┏━━
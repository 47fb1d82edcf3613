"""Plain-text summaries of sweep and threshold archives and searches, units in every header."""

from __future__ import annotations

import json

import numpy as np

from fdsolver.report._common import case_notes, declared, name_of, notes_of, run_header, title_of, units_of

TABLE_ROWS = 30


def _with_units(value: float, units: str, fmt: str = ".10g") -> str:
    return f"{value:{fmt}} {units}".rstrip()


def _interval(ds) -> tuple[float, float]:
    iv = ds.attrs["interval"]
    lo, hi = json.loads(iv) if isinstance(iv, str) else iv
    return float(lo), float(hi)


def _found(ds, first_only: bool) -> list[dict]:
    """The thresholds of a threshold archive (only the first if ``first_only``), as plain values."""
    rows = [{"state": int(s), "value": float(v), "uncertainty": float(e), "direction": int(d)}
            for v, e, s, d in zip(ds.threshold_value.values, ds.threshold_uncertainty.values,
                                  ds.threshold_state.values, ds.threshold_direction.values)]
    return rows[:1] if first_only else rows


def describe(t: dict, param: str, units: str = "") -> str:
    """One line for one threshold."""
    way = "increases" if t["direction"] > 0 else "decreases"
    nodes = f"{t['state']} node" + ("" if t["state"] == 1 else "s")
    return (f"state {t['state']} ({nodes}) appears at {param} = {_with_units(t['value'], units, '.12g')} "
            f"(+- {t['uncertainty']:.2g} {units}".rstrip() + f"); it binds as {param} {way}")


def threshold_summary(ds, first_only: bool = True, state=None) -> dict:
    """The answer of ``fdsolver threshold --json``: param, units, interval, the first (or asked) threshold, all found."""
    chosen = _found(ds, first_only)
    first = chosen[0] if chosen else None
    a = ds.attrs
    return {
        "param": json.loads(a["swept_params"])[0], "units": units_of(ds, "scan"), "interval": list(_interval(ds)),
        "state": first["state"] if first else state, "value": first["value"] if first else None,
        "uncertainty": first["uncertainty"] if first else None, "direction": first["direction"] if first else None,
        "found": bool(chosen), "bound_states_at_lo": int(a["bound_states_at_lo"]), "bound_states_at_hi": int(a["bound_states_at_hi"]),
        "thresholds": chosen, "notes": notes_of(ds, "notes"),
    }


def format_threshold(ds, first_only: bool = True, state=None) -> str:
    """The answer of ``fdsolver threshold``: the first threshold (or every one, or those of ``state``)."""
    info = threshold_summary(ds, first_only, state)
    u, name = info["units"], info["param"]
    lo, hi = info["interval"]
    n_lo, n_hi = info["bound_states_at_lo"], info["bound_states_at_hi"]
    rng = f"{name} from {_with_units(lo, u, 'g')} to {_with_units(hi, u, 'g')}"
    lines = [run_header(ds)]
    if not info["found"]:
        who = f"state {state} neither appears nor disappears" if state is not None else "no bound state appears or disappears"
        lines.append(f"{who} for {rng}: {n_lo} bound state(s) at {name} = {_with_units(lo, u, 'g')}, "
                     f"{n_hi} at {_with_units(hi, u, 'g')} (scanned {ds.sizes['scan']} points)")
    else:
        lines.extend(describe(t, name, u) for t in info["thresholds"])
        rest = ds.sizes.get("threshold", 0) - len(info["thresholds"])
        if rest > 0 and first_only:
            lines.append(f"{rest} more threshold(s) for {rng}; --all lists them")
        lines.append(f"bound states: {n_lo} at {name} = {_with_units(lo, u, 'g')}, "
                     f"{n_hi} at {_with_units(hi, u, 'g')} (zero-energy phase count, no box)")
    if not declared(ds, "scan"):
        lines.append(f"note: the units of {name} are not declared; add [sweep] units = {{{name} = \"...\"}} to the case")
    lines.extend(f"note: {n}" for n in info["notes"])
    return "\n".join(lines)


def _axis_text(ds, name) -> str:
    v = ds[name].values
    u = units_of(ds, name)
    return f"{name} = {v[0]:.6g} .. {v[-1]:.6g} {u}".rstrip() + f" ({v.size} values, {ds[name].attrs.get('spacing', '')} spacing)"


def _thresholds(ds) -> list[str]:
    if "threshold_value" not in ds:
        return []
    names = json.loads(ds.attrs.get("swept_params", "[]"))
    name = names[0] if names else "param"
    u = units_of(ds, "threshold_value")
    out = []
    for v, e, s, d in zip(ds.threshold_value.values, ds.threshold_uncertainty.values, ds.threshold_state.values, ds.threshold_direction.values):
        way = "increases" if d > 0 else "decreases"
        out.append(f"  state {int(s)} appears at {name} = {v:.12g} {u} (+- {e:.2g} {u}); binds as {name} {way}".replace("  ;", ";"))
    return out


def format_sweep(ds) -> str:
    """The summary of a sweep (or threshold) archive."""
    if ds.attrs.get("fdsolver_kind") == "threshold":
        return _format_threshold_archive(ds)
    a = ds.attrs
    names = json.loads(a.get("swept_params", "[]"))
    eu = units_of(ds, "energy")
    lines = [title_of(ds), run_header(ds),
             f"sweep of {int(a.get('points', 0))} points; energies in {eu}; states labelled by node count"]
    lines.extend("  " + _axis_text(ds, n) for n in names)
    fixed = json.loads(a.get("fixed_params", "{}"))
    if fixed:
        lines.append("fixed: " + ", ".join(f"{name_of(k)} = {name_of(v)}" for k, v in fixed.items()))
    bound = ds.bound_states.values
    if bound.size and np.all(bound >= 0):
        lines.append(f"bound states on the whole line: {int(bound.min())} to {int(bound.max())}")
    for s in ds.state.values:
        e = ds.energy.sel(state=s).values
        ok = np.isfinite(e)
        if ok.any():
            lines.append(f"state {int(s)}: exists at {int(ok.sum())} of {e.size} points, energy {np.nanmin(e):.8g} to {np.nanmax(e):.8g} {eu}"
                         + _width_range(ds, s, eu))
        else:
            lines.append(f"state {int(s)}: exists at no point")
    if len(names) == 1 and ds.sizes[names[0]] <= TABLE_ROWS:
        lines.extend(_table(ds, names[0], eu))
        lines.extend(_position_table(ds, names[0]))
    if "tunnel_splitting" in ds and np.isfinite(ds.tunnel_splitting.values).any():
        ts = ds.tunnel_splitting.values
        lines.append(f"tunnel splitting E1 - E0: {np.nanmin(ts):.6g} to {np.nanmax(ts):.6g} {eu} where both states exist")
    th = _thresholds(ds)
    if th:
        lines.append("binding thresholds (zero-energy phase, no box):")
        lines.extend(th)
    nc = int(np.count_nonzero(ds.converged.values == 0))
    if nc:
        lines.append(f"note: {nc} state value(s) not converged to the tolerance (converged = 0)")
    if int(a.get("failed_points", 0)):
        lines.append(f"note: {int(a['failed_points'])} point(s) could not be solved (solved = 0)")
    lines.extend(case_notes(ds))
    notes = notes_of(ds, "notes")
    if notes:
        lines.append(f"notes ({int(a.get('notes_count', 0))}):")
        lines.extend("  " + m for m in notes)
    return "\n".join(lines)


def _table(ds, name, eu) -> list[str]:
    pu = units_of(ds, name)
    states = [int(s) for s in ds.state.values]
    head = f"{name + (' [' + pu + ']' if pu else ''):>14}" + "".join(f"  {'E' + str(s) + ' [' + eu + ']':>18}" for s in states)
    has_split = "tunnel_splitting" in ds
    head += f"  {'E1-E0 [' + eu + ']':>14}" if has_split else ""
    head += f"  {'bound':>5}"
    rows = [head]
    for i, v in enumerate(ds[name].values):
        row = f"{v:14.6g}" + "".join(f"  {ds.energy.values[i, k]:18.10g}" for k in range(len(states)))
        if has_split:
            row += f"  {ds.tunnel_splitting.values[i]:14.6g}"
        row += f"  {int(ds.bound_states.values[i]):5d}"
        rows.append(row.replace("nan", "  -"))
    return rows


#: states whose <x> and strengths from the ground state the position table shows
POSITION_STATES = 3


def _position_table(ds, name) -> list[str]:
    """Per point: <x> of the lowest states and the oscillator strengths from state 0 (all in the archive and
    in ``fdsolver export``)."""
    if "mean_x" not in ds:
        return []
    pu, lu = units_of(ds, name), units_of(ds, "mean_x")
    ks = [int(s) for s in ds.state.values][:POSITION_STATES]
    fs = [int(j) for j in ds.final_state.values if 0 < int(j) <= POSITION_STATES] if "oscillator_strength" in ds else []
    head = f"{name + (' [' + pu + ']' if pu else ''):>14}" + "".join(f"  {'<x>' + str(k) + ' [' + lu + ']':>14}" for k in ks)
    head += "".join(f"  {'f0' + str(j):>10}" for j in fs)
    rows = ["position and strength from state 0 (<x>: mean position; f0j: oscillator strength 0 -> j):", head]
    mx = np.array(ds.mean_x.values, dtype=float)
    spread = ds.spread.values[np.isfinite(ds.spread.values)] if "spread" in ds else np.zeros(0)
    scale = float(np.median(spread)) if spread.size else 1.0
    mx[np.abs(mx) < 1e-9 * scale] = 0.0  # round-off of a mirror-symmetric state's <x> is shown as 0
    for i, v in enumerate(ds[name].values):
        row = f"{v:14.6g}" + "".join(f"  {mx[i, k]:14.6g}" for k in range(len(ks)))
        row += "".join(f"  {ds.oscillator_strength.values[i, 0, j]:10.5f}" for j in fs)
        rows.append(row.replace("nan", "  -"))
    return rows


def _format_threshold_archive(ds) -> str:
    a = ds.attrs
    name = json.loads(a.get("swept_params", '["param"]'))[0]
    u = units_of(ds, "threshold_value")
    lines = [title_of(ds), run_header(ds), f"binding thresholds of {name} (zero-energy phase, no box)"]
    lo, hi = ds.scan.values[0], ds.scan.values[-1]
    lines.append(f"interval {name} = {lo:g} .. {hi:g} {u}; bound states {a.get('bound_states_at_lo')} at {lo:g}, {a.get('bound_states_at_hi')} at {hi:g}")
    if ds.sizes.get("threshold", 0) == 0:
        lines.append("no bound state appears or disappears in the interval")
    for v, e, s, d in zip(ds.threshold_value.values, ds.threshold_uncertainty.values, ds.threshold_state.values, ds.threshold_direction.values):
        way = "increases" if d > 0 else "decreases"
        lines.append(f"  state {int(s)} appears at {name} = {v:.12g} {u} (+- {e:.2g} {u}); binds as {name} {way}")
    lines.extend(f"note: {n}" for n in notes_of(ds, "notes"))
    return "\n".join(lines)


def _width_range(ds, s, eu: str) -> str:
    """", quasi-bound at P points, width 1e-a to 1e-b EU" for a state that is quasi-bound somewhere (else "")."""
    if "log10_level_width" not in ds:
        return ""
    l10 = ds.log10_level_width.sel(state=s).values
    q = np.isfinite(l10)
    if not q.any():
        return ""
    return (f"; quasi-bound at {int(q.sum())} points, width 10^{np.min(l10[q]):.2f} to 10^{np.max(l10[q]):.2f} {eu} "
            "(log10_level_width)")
┗━━
**WHAT YOU NEED TO DO**: Locate and copy each line in the data above that includes the word "sizes".

**YOUR SOLUTION**:
                     f"{n_hi} at {_with_units(hi, u, 'g')} (scanned {ds.sizes['scan']} points)")
        rest = ds.sizes.get("threshold", 0) - len(info["thresholds"])
    if len(names) == 1 and ds.sizes[names[0]] <= TABLE_ROWS:
    if ds.sizes.get("threshold", 0) == 0:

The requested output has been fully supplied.